> DATA SHOWN
━━━━━━━━━━━━━━━━━━━━
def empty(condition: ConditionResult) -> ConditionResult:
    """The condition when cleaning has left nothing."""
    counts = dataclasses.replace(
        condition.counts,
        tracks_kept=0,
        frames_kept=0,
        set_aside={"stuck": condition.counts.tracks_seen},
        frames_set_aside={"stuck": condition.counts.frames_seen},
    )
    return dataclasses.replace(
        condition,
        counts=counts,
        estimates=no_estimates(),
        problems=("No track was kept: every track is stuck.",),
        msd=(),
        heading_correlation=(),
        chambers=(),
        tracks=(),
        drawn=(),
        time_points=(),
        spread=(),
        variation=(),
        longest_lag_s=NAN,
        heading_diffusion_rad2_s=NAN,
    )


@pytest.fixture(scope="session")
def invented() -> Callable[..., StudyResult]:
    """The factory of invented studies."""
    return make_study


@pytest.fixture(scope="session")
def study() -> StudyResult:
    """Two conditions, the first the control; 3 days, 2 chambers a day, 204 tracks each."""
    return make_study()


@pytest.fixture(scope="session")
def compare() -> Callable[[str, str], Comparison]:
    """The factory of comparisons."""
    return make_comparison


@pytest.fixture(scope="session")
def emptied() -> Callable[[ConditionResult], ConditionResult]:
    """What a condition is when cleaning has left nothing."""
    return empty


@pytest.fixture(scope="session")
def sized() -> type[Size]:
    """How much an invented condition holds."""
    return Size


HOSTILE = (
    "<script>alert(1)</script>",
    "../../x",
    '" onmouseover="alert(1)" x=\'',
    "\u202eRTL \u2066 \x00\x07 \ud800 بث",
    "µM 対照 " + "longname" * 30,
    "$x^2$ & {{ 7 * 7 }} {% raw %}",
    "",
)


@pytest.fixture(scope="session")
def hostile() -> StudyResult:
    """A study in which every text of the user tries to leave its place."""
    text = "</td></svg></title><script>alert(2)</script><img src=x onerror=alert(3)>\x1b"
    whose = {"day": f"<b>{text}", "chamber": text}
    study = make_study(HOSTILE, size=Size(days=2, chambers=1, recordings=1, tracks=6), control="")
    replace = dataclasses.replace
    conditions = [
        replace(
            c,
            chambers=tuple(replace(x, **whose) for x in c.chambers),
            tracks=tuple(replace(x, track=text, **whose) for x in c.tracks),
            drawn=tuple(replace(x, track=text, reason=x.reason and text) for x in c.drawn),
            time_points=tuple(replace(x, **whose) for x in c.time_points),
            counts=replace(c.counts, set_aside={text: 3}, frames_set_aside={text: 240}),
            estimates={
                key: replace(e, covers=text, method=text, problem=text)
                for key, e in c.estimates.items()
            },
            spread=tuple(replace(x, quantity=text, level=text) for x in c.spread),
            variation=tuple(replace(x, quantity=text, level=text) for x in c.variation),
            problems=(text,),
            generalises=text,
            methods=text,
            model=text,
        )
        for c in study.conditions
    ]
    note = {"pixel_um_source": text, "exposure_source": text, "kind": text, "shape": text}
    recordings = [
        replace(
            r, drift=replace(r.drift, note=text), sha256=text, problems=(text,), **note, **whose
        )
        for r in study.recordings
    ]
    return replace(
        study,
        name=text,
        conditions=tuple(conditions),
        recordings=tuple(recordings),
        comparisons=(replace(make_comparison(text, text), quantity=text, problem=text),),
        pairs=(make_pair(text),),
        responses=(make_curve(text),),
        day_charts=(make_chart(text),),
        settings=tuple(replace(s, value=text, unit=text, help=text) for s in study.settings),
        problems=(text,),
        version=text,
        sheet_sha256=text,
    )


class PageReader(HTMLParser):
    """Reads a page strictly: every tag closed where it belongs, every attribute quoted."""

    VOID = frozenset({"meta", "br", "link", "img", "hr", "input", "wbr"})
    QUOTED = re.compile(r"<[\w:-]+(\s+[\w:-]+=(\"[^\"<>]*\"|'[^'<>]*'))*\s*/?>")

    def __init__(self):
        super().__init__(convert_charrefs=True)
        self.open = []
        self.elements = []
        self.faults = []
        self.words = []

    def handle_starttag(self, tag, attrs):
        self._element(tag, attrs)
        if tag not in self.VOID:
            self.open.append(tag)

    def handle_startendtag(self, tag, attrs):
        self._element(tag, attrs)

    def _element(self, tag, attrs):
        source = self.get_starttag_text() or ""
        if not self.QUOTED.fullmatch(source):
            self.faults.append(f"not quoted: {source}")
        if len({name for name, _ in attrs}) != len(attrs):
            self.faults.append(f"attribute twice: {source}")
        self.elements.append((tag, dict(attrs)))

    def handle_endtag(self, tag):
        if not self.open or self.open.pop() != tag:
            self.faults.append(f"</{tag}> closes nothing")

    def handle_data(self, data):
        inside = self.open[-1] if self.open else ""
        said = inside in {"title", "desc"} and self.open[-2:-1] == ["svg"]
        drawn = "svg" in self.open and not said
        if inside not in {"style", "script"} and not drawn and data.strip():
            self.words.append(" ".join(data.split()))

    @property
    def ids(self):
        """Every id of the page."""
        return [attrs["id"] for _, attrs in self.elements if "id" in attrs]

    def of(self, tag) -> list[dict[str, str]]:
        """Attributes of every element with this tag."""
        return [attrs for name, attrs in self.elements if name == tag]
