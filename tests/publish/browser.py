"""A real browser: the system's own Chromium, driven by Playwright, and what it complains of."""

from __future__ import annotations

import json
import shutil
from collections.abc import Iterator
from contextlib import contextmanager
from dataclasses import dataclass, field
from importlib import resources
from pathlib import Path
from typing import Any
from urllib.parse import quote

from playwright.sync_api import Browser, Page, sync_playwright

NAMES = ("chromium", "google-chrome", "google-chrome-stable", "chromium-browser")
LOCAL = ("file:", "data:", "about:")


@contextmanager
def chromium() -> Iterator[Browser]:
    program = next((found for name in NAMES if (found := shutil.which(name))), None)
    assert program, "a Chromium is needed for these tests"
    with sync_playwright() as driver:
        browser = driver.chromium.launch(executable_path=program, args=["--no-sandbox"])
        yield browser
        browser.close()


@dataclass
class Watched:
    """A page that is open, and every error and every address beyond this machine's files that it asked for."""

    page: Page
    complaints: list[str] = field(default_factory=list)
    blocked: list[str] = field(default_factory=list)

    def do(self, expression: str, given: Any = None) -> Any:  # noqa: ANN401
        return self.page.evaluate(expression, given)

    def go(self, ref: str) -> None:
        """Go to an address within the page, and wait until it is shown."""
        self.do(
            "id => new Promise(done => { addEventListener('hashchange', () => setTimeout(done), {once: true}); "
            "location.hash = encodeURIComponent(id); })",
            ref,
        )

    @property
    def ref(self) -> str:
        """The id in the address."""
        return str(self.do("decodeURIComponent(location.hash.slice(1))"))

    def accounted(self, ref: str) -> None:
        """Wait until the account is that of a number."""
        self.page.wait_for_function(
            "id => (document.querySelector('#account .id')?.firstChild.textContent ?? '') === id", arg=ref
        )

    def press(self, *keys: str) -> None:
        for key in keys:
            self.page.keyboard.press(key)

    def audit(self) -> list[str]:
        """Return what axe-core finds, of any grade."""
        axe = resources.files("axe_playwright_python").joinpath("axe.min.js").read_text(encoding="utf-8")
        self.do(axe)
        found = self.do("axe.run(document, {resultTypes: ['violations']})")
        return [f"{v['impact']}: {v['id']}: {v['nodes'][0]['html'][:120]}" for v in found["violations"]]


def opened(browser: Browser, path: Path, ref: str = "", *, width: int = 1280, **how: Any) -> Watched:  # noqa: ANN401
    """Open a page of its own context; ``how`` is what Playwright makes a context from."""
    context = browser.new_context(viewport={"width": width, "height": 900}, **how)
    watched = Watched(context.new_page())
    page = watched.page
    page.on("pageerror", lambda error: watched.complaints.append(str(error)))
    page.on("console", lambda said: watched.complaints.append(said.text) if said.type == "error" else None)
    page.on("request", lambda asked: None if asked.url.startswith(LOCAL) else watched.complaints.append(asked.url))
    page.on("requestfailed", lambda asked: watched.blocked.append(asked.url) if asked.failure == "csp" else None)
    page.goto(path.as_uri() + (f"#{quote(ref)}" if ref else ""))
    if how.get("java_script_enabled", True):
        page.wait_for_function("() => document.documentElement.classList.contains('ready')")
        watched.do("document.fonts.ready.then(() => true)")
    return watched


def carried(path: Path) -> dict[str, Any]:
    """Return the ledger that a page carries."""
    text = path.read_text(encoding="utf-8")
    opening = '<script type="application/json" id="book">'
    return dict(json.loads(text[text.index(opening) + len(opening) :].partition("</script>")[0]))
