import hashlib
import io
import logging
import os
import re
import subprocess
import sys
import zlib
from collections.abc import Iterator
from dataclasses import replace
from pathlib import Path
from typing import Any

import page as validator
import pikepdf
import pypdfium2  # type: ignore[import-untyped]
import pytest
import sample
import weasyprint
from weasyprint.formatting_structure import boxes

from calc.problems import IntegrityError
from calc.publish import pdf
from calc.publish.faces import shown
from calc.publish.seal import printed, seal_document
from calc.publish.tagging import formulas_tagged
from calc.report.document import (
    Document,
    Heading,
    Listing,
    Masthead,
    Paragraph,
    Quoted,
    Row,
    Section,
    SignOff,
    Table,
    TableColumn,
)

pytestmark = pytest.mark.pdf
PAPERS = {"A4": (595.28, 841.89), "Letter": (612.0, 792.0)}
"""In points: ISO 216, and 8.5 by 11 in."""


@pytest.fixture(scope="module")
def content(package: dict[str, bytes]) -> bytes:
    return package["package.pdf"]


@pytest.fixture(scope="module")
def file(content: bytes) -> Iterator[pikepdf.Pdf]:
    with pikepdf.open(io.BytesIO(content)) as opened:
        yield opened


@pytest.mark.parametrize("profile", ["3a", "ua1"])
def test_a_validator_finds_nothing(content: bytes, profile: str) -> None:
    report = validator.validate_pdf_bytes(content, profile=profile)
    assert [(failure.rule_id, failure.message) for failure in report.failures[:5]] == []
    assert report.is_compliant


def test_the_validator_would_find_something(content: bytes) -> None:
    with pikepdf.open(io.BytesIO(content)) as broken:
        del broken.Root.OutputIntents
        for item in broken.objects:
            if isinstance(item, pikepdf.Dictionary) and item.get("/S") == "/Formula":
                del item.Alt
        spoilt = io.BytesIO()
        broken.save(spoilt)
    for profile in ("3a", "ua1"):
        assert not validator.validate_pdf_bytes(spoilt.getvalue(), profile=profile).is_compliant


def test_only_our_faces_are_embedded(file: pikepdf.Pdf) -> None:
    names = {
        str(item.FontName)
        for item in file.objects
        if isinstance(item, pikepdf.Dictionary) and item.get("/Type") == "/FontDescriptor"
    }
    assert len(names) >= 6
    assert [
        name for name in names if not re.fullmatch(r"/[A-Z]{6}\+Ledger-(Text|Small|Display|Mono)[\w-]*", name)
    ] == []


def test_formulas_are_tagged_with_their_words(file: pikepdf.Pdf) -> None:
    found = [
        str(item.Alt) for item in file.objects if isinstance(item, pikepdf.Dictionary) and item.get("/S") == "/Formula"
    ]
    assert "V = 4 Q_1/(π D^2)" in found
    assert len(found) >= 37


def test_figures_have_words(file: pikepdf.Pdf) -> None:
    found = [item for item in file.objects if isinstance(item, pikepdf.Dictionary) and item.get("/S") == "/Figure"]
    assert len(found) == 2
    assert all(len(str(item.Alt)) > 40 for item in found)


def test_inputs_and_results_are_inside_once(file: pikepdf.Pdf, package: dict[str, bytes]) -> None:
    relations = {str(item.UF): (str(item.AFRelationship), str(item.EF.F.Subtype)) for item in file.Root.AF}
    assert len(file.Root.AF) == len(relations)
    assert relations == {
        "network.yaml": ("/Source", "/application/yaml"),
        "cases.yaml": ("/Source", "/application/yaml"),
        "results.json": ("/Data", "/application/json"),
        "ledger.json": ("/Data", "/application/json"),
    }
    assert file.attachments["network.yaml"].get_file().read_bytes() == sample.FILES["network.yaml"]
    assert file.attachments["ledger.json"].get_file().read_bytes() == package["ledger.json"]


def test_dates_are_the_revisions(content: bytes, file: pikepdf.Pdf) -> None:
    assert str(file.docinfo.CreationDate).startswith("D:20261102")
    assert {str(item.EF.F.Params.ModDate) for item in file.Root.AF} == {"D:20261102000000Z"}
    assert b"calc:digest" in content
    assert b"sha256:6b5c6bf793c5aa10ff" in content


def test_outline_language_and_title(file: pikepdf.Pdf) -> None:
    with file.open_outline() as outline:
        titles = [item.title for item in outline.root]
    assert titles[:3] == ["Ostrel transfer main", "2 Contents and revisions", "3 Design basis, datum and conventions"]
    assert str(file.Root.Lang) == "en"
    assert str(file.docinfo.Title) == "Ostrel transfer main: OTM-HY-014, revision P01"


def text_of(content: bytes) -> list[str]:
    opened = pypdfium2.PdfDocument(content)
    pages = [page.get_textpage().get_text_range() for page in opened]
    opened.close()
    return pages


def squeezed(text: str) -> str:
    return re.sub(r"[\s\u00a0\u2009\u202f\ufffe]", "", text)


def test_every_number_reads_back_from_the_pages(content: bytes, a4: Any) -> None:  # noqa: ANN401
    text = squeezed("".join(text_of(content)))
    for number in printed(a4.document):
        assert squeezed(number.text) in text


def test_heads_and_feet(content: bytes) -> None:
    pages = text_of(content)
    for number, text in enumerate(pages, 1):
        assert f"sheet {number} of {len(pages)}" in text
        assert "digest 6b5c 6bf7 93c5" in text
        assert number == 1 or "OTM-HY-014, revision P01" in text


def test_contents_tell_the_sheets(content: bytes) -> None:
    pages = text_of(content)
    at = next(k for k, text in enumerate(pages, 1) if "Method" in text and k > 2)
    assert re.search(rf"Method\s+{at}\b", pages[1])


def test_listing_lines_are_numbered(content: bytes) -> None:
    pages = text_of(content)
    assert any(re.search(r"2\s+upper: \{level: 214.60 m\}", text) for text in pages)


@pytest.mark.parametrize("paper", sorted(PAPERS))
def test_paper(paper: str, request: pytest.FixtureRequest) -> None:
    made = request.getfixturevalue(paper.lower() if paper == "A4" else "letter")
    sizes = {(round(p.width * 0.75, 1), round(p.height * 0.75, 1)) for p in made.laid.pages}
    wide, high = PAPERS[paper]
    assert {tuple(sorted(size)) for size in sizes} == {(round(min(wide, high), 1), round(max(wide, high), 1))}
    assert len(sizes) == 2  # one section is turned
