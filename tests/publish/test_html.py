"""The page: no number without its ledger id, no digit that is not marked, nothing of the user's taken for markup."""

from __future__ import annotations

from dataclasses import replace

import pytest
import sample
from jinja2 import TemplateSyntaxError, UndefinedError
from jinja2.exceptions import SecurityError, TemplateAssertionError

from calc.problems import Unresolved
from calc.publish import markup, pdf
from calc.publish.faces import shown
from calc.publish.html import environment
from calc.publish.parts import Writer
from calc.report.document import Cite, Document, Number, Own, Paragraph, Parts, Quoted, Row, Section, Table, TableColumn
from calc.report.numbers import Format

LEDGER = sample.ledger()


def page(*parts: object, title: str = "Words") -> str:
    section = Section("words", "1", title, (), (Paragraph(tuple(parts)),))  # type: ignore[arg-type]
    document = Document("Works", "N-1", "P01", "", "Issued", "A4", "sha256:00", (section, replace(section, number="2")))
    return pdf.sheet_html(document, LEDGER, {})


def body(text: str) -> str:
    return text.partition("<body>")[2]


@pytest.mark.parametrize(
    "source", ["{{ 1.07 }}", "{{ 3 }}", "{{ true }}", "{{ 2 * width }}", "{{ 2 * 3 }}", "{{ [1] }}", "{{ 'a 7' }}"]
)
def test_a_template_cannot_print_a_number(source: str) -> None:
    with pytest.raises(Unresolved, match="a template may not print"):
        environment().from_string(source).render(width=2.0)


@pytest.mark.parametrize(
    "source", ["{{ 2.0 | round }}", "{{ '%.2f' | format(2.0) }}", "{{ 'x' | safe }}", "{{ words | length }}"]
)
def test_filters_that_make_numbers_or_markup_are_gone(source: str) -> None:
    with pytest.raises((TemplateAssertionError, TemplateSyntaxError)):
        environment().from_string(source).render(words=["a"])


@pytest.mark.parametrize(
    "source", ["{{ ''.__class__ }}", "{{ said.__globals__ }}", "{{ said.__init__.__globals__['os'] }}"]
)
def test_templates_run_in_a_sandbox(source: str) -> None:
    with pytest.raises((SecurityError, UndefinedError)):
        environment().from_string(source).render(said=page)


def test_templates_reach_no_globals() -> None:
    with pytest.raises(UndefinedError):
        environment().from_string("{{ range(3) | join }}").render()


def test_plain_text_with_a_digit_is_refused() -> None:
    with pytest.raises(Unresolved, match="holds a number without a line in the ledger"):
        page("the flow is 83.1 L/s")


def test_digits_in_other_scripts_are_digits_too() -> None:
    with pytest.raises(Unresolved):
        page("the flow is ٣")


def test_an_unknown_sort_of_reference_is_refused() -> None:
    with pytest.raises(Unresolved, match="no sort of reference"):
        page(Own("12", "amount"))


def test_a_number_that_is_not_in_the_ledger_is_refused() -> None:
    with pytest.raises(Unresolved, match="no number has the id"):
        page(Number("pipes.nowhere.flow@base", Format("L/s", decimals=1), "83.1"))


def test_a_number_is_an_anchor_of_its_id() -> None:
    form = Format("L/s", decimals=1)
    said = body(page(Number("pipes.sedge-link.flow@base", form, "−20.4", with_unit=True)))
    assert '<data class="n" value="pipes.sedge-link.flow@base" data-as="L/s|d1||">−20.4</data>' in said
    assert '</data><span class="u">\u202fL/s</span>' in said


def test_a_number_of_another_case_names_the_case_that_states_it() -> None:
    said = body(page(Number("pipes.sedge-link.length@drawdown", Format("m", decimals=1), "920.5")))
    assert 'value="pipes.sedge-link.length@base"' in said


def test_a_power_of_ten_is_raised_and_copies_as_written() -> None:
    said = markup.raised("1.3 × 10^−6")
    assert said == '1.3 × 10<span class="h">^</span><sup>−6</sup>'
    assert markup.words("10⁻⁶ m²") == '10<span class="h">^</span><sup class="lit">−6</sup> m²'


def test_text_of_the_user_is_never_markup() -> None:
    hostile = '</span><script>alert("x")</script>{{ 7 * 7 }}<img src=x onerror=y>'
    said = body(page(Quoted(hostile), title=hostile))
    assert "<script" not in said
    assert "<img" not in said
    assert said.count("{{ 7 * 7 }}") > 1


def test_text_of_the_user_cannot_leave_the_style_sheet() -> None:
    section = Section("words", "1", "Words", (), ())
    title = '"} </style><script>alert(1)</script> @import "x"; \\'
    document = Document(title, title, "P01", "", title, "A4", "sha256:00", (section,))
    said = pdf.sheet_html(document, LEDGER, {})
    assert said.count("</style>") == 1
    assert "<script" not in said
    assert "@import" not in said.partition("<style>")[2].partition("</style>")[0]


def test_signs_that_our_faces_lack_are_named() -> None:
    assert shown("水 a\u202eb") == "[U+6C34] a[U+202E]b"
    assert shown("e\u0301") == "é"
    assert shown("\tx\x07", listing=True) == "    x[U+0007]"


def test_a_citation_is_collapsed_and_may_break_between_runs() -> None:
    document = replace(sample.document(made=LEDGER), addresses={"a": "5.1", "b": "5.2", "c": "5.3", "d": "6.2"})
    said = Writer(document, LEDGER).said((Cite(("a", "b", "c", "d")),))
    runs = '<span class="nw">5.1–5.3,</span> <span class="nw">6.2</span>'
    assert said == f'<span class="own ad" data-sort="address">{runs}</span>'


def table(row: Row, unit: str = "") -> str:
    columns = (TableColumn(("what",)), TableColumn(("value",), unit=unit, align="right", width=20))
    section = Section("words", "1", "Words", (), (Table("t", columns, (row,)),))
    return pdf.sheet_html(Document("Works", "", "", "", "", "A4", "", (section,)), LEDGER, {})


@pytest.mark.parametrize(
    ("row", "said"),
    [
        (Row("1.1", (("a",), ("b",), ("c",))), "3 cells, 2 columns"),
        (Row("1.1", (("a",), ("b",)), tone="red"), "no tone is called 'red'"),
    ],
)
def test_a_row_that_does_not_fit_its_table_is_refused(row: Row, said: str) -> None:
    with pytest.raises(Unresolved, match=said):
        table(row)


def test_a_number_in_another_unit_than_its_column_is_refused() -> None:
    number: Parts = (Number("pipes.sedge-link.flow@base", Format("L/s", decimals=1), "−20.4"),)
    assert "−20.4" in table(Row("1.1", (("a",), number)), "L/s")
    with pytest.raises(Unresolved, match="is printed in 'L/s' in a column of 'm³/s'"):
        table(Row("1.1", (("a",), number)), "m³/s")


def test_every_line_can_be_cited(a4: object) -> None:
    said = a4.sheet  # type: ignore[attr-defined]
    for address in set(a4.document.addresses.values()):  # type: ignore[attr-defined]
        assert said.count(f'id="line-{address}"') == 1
━━━━━━━━━━━━━━━━━━━━
> EXERCISE
Using the listing, collect all lines in which the string "next" is found.

> ANSWER
    program = next((found for name in NAMES if (found := shutil.which(name))), None)
    at = next(k for k, text in enumerate(pages, 1) if "Method" in text and k > 2)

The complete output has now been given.